Our original AllStar link controller used a 1u rack mount mini-server utilizing a dual core Atom CPU and a SSD. It was running the Acid Linux distro based on CentOS. The radio interface was a DMK Engineering URI. Also mounted in the rack was a pull out LCD monitor keyboard mouse. It worked OK for several years, but Acid/CentOS 5.xx is getting long in the tooth, with no current support.
We experimented with Raspberry Pi based controllers starting with the Pi2. The audio was a sometimes a little choppy compared to the Atom CPU. With the advent of quad-core Pi’s that problem went away completely. For quite awhile, we ran a Pi3B+ in a 3D printed case sitting on top on the Quantar card cage along with the URI and cables. It worked, but wasted rack space and the Pi ran pretty hot.
Looking at the 70cm Quantar one day, it was realized there was a nice place to put an AllStar controller behind the blank filler plate between the receiver and system control module. In the 800/900 MHz machines this slot is often occupied by a high-stability frequency reference. On other bands, occasionally, a secondary receiver is installed in the space for special applications, or perhaps a SAM (station access module). In the 450 repeater we have, it’s empty.

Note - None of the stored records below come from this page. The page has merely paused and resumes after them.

import knexFactory from 'knex';
import { afterAll, beforeAll, expect, it } from 'vitest';
import { writeShutdownTests } from '../../seeds/records/shutdown-tests';
import type { ShutdownTestReport } from '../../src/schemas/api/shutdown-test';
import { asActor } from '../../src/server/db/transaction';
import { shutdownTestPage } from '../../src/server/services/shutdown-test-page';
import { shutdownTestList, shutdownTestReport } from '../../src/server/services/shutdown-test-report';
import { testDatabase, type TestDatabase } from '../support/database';
import { testFleet, type TestFleet } from '../support/fleet';

/** The tests that the demo brings with it hold what a test made through the pages holds. */
const SCHOOL = 'Kestrel Row School';
const HALL = 'Old Tannery Market Hall';
const NAMES = [SCHOOL, HALL, 'Coopers Wharf Gallery', 'Weirside Clinic', 'Quayside Cold Store'];
let db: TestDatabase;
let fleet: TestFleet;

beforeAll(async () => {
  db = await testDatabase();
  fleet = await testFleet(db, NAMES);
  const technician = await fleet.actor('technician@lowfield.example');
  const knex = knexFactory({ client: 'pg', connection: db.url, pool: { min: 0, max: 1 } });
  await knex.transaction(async (tx) => {
    for (const name of NAMES)
      await writeShutdownTests(tx, fleet.plan, fleet.site(name), {
        id: technician.personId,
        name: 'Bram Ottersley',
      });
  });
  await knex.destroy();
});
afterAll(() => db.drop());

async function read(name: string) {
  const actor = await fleet.actor('manager@lowfield.example');
  return asActor(actor, async (tx) => {
    const list = await shutdownTestList(tx, fleet.site(name).ref, new Date());
    const reports: ShutdownTestReport[] = [];
    for (const t of list.tests.filter((x) => x.state === 'signed'))
      reports.push(await shutdownTestReport(tx, t.id));
    return { list, reports };
  });
}

it.each(NAMES.filter((n) => n !== HALL))('%s passed, and what is stored is what was signed', async (name) => {
  const { list, reports } = await read(name);
  expect(list.zones.map((z) => [z.result, z.untested])).toEqual(list.zones.map(() => ['passed', []]));
  expect(reports.length).toBeGreaterThanOrEqual(list.zones.length);
  for (const r of reports) {
    expect(r.matches).toBe(true);
    expect(r.record?.verdict.missing.filter((m) => !m.startsWith('Read'))).toEqual([]);
  }
  expect(list.tests.filter((t) => t.state === 'signed' && !t.superseded)).toHaveLength(list.zones.length);
});

it('the school’s gym failed once and was repeated for the string that had failed', async () => {
  const { reports } = await read(SCHOOL);
  const gym = reports.filter((r) => r.record?.facts.zone.name === 'Gym');
  const failed = gym.find((r) => r.record?.verdict.result === 'failed');
  expect(failed?.record?.verdict.treatAsLive).toEqual([
    expect.objectContaining({ name: 'C2', why: '2 units kept passing: position 3 and 11' }),
  ]);
  const repeat = gym.find((r) => r.follows?.test === failed?.id);
  expect(failed?.supersededBy?.test).toBe(repeat?.id);
  expect(repeat?.record?.verdict.strings.filter((s) => s.carriedFrom === null).map((s) => s.name)).toEqual([
    'C2',
  ]);
});

it('the site under commissioning has one prepared, and none signed', async () => {
  const { list, reports } = await read(HALL);
  expect(reports).toEqual([]);
  const draft = list.zones[0]?.draft;
  expect(draft?.startedBy).toBe('Bram Ottersley');
  const actor = await fleet.actor('technician@lowfield.example');
  const page = await asActor(actor, (tx) => shutdownTestPage(tx, draft!.ref, new Date(), ''));
  expect(page.record.caution?.name).toBe('Bram Ottersley');
  expect(page.record.rounds.every((r) => r.watchStarted === null)).toBe(true);
});
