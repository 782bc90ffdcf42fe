import fc from 'fast-check';
import { afterAll, beforeAll, describe, expect, it } from 'vitest';
import type { SeededSite } from '../../seeds/plant/seeded';
import { closePools, connect } from '../../src/server/db/pools';
import { asActor, asIngest, type Tx } from '../../src/server/db/transaction';
import { takeBatch, type Item } from '../../src/server/ingest/batch';
import { Days, GatewaysHeard, writeBatch } from '../../src/server/ingest/write-batch';
import { keepDays } from '../../src/server/jobs/keep-days';
import { mergeLateFrames } from '../../src/server/jobs/late-frames';
import { packDays } from '../../src/server/jobs/pack-days';
import { rollUpDirty } from '../../src/server/jobs/roll-up';
import { hangingOn } from '../../src/server/queries/as-built-records';
import { framesOf, VALUE_COLUMNS } from '../../src/server/queries/frames';
import { ensureDays, parkFrames, writeFrames } from '../../src/server/queries/ingest-frames';
import type { FrameRow } from '../../src/server/queries/ingest-rows';
import { watchedCurrents } from '../../src/server/queries/isolation';
import { framesAfter } from '../../src/server/queries/judgement';
import { heardMoments, unitCurrents } from '../../src/server/queries/membership';
import { loopRows, quartersIn } from '../../src/server/queries/output-series';
import { beginPacking, finishPacking } from '../../src/server/queries/packing';
import { rollStringQuarter } from '../../src/server/queries/rollup';
import { framesIn } from '../../src/server/queries/shutdown-test-evidence';
import { energyAgainst, siblingHistory, stringMinutes } from '../../src/server/queries/string-history';
import { frameAt, unitMinutes, unitSteps } from '../../src/server/queries/string-units';
import { framesInPieces, keptSpan } from '../../src/server/queries/v1-telemetry';
import { testDatabase, type TestDatabase } from '../support/database';
import { testFleet } from '../support/fleet';
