import type pg from 'pg';
import { afterAll, beforeAll, describe, expect, it } from 'vitest';
import type { SeededSite } from '../../seeds/plant/seeded';
import { frameOf, inputRows, radioOf } from '../../simulator/logger/readings';
import type { Fault } from '../../simulator/faults/kinds';
import type { SitePlant } from '../../simulator/plant/site-plant';
import { ON_KEEP_ALIVE } from '../../simulator/scenarios/catalogue';
import { JudgeWriter } from '../../src/server/ingest/judge-writer';
import { SiteJudge } from '../../src/server/ingest/judge-site';
import { database } from '../../src/server/db/pools';
import { judgeSiteCauses } from '../../src/server/jobs/judge-causes';
import { writeFrames } from '../../src/server/queries/ingest-frames';
import { learnGateways, writeInputs } from '../../src/server/queries/ingest-reports';
import { judgedSite } from '../../src/server/queries/judgement-contexts';
import { build, DAY_S, Draw, drawPlant } from '../bench/diagnosis/plants';
import { testDatabase, type TestDatabase } from '../support/database';
import { ingestClient, seedDrawn } from '../support/pipeline';

/**
 * The simulator's plant at noon, minute by minute by a clock of its own: what it reports is written as ingest writes it,
 * judged, and made causes of. Each fault is found, and over when it is mended.
 */
const drawn = drawPlant(
  {
    n: 7,
    unitType: ON_KEEP_ALIVE,
    strings: 6,
    units: [10, 12],
    perInput: 1,
    reportIntervalS: 60,
    twoZones: true,
    gateways: 2,
    obstacle: false,
    days: 2,
  },
  new Draw(7),
);
const { plan } = drawn;
// the drawn day is put to yesterday by whole days: noon stays noon
const SHIFT_S = Math.floor((Date.now() / 1000 - DAY_S - drawn.fromS) / DAY_S) * DAY_S;
const NOON_S = drawn.fromS + DAY_S / 2;

let db: TestDatabase;
let client: pg.Client;
let site: SeededSite;
let plant: SitePlant;
let judge: SiteJudge;
let atS = NOON_S;
const writer = new JudgeWriter({ lost: () => undefined, heard: () => undefined });
const real = (s: number): number => s + SHIFT_S;

beforeAll(async () => {
  db = await testDatabase();
  [site] = (await seedDrawn(db, [plan], real(NOON_S) - 90 * DAY_S)) as [SeededSite];
  await db.owner.query(`update site set stage = 'operating'`);
  await db.owner.query('select ensure_days($1::date, $2::date)', [
    new Date((real(NOON_S) - DAY_S) * 1000),
    new Date((real(NOON_S) + DAY_S) * 1000),
  ]);
  await db.owner.query(
    `insert into heard (site_id, serial, unit_id, logger_id, gateway_number, first_heard_at, last_heard_at)
     select $1, u.serial, u.id, (select min(id) from logger where site_id = $1), 1, $2, $2
     from placement p join unit u on u.id = p.unit_id where p.site_id = $1 on conflict do nothing`,
    [site.id, new Date((real(NOON_S) - 80 * DAY_S) * 1000)],
  );
  for (const zone of site.zones.values()) await command(zone, 'released', NOON_S - 7200);
  client = await ingestClient(db);
  plant = build(drawn, [], NOON_S - 7200);
  for (let s = NOON_S - 7200; s < NOON_S; s += 60) plant.step(s);
  judge = new SiteJudge((await judgedSite(database('ingest'), site.id))!, [], real(NOON_S));
  await minutes(6);
});
afterAll(async () => {
  await writer.stop();
  await client.end();
  await db.drop();
});

async function command(zone: number, inForce: string, since: number): Promise<void> {
  await db.owner.query(
    `insert into command (site_id, zone_id, in_force, since, said_by) values ($1, $2, $3, $4, 'Initiator')`,
    [site.id, zone, inForce, new Date(real(since) * 1000)],
  );
}

/** The plant goes on for so many minutes; each minute is written, judged, and causes are looked for. */
async function minutes(n: number): Promise<void> {
  const logger = plan.loggers[0]!.serial;
  const loggerId = site.loggers.get(logger)!;
  for (let k = 0; k < n; k++) {
    atS += 60;
    plant.step(atS);
    const at = real(atS);
    const radio = radioOf(plant, logger);
    const rows = plan.strings.flatMap((s) => {
      const frame = frameOf(
        plant,
        radio,
        s.slots.map((slot) => slot.serial),
      );
      if (!frame) return [];
      const empty = s.slots.map(() => null);
      return [
        {
          stringId: site.strings.get(s.name)!.id,
          siteId: site.id,
          at,
          voltage: frame.voltageOut ?? empty,
          voltageIn: frame.voltageIn ?? null,
          current: frame.current ?? empty,
          power: frame.powerOut ?? null,
          temperature: frame.temperature ?? empty,
          signal: frame.signal ?? empty,
          via: frame.via,
          state: frame.state,
        },
      ];
    });
    await writeFrames(client, rows, new Date(0));
    const heard = [...new Set(rows.flatMap((r) => r.via.flatMap((v) => (v === null ? [] : [v]))))];
    await learnGateways(
      client,
      heard.map((number) => ({ siteId: site.id, loggerId, number, heardAt: at })),
    );
    await writeInputs(
      client,
      inputRows(plant, logger).map((r) => ({
        inputId: site.inputs.get(`${r.inverter}/${r.input}`)!,
        siteId: site.id,
        at,
        voltage: r.voltage,
        current: r.current,
      })),
    );
    await db.owner.query(`update logger set connected_at = $1, last_spoke_at = $1`, [new Date(at * 1000)]);
    const outcomes = rows.flatMap((r) => {
      const outcome = judge.frame(r.stringId, {
        atS: at,
        state: r.state,
        voltageOut: r.voltage,
        voltageIn: r.voltageIn ?? undefined,
      });
      return outcome ? [{ site: judge, outcome }] : [];
    });
    for (const judged of judge.strings.values()) {
      const outcome = judge.sweep(judged, at);
      if (outcome) outcomes.push({ site: judge, outcome });
    }
    await writer.write(outcomes);
    writer.checkpoint(judge, true);
    await writer.flush();
    await judgeSiteCauses(site.id, new Date(at * 1000));
  }
}
const open = async () =>
  (
    await db.owner.query<{ kind: string; part: string | null; units: number; key: string }>(
      `select kind, shared_part ->> 'kind' || ' ' || (shared_part ->> 'name') as part, jsonb_array_length(units) as units, key
       from cause where closed_at is null order by kind, id`,
    )
  ).rows;
/** What was told since; the closing of rows whose units another has is none. */
const told = async (sinceId: number) =>
  (
    await db.owner.query<{ line: string }>(
      `select replace(kind, 'cause_', '') || ' ' || (detail ->> 'kind') as line from event
       where kind like 'cause%' and id > $1 order by id`,
      [sinceId],
    )
  ).rows.map((r) => r.line);
const lastEvent = async (): Promise<number> =>
  (await db.owner.query<{ id: number }>('select coalesce(max(id), 0) as id from event')).rows[0]?.id ?? 0;

const zoneOf = (letter: string): string => plan.strings.find((s) => s.name.startsWith(letter))!.zone;
const namesOf = (letter: string): string[] =>
  plan.strings.filter((s) => s.name.startsWith(letter)).map((s) => s.name);

/** Lets a fault be for some minutes, says what is found, mends it, and waits until nothing is open. */
async function scenario(fault: Fault, forMinutes: number, mendedFor: number) {
  expect(await open()).toEqual([]);
  const before = await lastEvent();
  const entry = plant.faults.add(fault, atS + 30);
  await minutes(forMinutes);
  const found = await open();
  plant.faults.clear(entry.id, atS + 30);
  await minutes(mendedFor);
  expect(await open()).toEqual([]);
  return { found, told: await told(before) };
}

describe('the plant’s faults, from its reports to causes and their end', () => {
  const [first, second] = namesOf('A') as [string, string];

  it('a unit stuck in shutdown', async () => {
    const { found, told: events } = await scenario(
      { kind: 'stuck', string: first, position: 3, at: 'now' },
      16,
      12,
    );
    expect(found).toMatchObject([{ kind: 'stuck', units: 1 }]);
    expect(found[0]?.key).toContain(':3@');
    expect(events).toEqual(['opened stuck', 'closed stuck']);
  });

  it('a string that lost the keep-alive', async () => {
    const transmitter = plan.strings.find((s) => s.name === second)!.transmitters[0]!;
    const { found } = await scenario({ kind: 'transmitter_unheard', transmitter, strings: [second] }, 18, 14);
    expect(found).toMatchObject([{ kind: 'stuck', part: `string ${second}` }]);
    expect(found[0]?.units).toBe(plan.strings.find((s) => s.name === second)!.slots.length);
  });

  it('a dead transmitter: one cause, not one for each of its strings', async () => {
    const transmitter = plan.strings.find((s) => s.name.startsWith('B'))!.transmitters[0]!;
    const { found } = await scenario({ kind: 'transmitter_off', transmitter }, 18, 14);
    expect(found).toHaveLength(1);
    expect(found[0]?.kind).toBe('stuck');
    expect([`transmitter ${transmitter}`, `zone ${zoneOf('B')}`]).toContain(found[0]?.part);
  });

  it('a silent gateway: its units together, and the gateway by name', async () => {
    const before = await lastEvent();
    const { found } = await scenario(
      { kind: 'gateway_out', logger: plan.loggers[0]!.serial, gateway: 2, keeps: false },
      14,
      12,
    );
    expect(found).toMatchObject([{ kind: 'silent' }]);
    expect(found[0]?.part).toMatch(/^gateway .*2/);
    const gateway = await db.owner.query<{ kind: string }>(
      `select kind from event where kind like 'gateway%' and id > $1 order by id`,
      [before],
    );
    expect(gateway.rows.map((r) => r.kind)).toEqual(['gateway_silent', 'gateway_back']);
  });

  it('a unit that does not shut down: a hazard at once, over when it is down or shutdown is no longer asked', async () => {
    const before = await lastEvent();
    plant.faults.add({ kind: 'not_shutting_down', string: first, position: 5, claims: 'passing' }, atS);
    const zone = zoneOf('A');
    const initiator = plan.zones.find((z) => z.name === zone)!.initiator;
    const press = async (isOpen: boolean): Promise<void> => {
      plant.commands.setInitiator(initiator, isOpen, atS);
      await command(site.zones.get(zone)!, isOpen ? 'initiator' : 'released', atS);
      judge.setSite((await judgedSite(database('ingest'), site.id))!, real(atS));
    };
    await press(true);
    await minutes(6);
    expect(await open()).toMatchObject([{ kind: 'not_shutting_down', units: 1 }]);
    await press(false);
    await minutes(12);
    expect((await open()).filter((c) => c.kind === 'not_shutting_down')).toEqual([]);
    const events = await told(before);
    expect(events[0]).toBe('opened not_shutting_down');
    expect(events.filter((e) => /opened|closed/.test(e))).toEqual([
      'opened not_shutting_down',
      'closed not_shutting_down',
    ]);
  });
});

We had been evaluating some of the new CM4 compute modules from the Raspberry Pi Foundation mounted on their CM4-I/O board. This setup has several advantages when building a repeater controller. One problem with the standard Pi is the fact that you need access to 3 of the 4 sides of the board for connections and SD card. It becomes an unwieldy porcupine making it difficult to neatly mount in a rack case, particularly if you need external connections to the I/O. A nice thing about the CM4-I/O board is all the connectors including the microSD, are on the back edge.
The CM4 modules snap on to the I/O board in a parallel fashion using 2 low profile 100 pin PCB-PCB connectors. This is big change from the older compute module 3’s that plugged in using an edge connector like a memory DIMM. The CM4’s are available in many models with varying amounts of DRAM, with/without WiFi/Bluetooth, and eMMC flash storage. They all share the same form factor and are interchangeable and therefore upgradeable. The CPU of the CM4 is a faster quad-core@ 1.5GHz BCM2711 vs the 1.2 GHz SOC of the regular Pi4. There is one downside of the official Raspi Foundation CM4/IO board arrangement. Much of the available bus bandwidth is channeled to the single lane PCIe expansion slot present, this eliminates the USB 3.x connections as compared to the Pi4. In this application it does not matter. The URI, and all the other AllStar radio interfaces so far are USB 2.0 only, AFAIK. The sample rates used for ROIP audio simply does not require USB 3. There are other third party CM4 I/O boards available that lose the PCIe slot and offer the bandwidth to USB 3.x connections. But again, not needed here.
WaveShare makes a very nice all-metal case that fits the I/O board with the installed CM4 module. It has a CPU fan to cool the processor and is inexpensive. Ideal for this application. The added RF shielding is also welcome. The Waveshare CM4 version of an IO board (not used in this project) is shown mounted in their case in the photo below. The small green solder mask PCB is the CM4 compute module. This particular CM4 variant has the Wifi/Bluetooth module as well as eMMC onboard.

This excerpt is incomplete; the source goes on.